[MATERIAL SHOWN Boundary: Start]
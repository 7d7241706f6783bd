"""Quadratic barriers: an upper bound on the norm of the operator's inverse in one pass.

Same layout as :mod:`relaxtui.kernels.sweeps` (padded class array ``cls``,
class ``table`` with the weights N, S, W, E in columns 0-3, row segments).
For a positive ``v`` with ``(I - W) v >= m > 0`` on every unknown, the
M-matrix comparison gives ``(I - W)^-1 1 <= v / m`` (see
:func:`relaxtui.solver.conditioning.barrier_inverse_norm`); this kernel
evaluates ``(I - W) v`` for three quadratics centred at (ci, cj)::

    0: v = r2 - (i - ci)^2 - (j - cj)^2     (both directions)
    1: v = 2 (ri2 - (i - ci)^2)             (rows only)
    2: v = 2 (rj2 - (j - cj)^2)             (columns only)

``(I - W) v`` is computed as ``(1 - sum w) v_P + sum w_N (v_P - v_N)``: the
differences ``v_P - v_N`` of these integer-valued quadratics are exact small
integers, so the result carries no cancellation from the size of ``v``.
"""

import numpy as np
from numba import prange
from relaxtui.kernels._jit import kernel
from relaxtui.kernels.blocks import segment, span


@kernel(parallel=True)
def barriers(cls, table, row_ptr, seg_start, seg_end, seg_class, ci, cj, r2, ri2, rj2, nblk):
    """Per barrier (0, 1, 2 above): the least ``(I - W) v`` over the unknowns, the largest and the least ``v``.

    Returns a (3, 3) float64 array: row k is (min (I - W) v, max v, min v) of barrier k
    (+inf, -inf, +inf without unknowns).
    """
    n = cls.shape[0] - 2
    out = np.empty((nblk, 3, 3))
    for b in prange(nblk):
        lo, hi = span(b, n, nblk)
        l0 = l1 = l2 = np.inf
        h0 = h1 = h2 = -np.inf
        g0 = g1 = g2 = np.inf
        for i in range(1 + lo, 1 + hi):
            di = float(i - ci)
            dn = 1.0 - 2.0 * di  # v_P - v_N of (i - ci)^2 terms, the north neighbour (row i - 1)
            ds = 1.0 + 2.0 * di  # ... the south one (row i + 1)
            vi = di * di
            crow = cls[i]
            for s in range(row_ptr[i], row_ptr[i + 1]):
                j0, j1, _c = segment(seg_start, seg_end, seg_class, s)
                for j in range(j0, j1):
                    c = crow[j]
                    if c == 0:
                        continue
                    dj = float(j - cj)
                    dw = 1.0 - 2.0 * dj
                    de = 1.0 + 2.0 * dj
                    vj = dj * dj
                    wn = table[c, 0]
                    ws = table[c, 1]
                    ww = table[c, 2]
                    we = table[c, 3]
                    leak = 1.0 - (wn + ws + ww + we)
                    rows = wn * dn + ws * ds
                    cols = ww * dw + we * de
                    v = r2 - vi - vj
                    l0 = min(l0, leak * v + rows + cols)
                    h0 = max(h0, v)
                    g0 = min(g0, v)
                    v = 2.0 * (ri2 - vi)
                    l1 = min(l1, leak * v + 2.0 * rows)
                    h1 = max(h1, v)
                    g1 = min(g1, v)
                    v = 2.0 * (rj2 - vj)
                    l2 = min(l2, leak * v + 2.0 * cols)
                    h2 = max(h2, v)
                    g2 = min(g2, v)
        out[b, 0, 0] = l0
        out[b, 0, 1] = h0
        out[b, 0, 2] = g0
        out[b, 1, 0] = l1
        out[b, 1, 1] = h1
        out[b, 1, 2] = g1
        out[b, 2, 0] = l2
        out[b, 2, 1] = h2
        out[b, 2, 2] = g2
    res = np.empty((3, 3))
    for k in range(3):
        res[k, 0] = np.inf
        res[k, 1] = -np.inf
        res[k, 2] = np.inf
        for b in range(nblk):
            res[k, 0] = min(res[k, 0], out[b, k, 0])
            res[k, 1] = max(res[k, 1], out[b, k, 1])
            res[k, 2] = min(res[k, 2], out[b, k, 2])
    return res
[MATERIAL SHOWN Boundary: End]
[MATERIAL SHOWN Boundary: Start]
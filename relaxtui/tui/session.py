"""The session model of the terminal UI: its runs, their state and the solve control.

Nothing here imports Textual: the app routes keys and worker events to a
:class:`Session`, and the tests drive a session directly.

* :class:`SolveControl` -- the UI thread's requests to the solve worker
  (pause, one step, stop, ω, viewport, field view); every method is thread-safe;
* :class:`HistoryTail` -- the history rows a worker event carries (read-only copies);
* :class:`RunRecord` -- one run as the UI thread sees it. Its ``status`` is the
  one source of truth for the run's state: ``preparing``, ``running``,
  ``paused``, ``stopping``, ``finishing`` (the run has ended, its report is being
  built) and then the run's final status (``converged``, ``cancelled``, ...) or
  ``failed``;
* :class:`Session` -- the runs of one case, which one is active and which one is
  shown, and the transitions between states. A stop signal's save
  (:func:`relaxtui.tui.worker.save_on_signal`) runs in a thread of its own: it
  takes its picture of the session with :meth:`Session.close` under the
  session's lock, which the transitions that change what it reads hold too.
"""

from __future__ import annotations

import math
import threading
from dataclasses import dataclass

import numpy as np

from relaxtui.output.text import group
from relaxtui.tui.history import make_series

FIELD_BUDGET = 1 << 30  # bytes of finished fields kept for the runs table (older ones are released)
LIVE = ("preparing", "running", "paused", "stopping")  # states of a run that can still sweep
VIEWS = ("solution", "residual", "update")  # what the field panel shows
[MATERIAL SHOWN Boundary: End]
**PROBLEM TO SOLVE**
The word to find is "kernels". Copy every line of the records that holds it.

**EXERCISE RESPONSE**
Same layout as :mod:`relaxtui.kernels.sweeps` (padded class array ``cls``,
from relaxtui.kernels._jit import kernel
from relaxtui.kernels.blocks import segment, span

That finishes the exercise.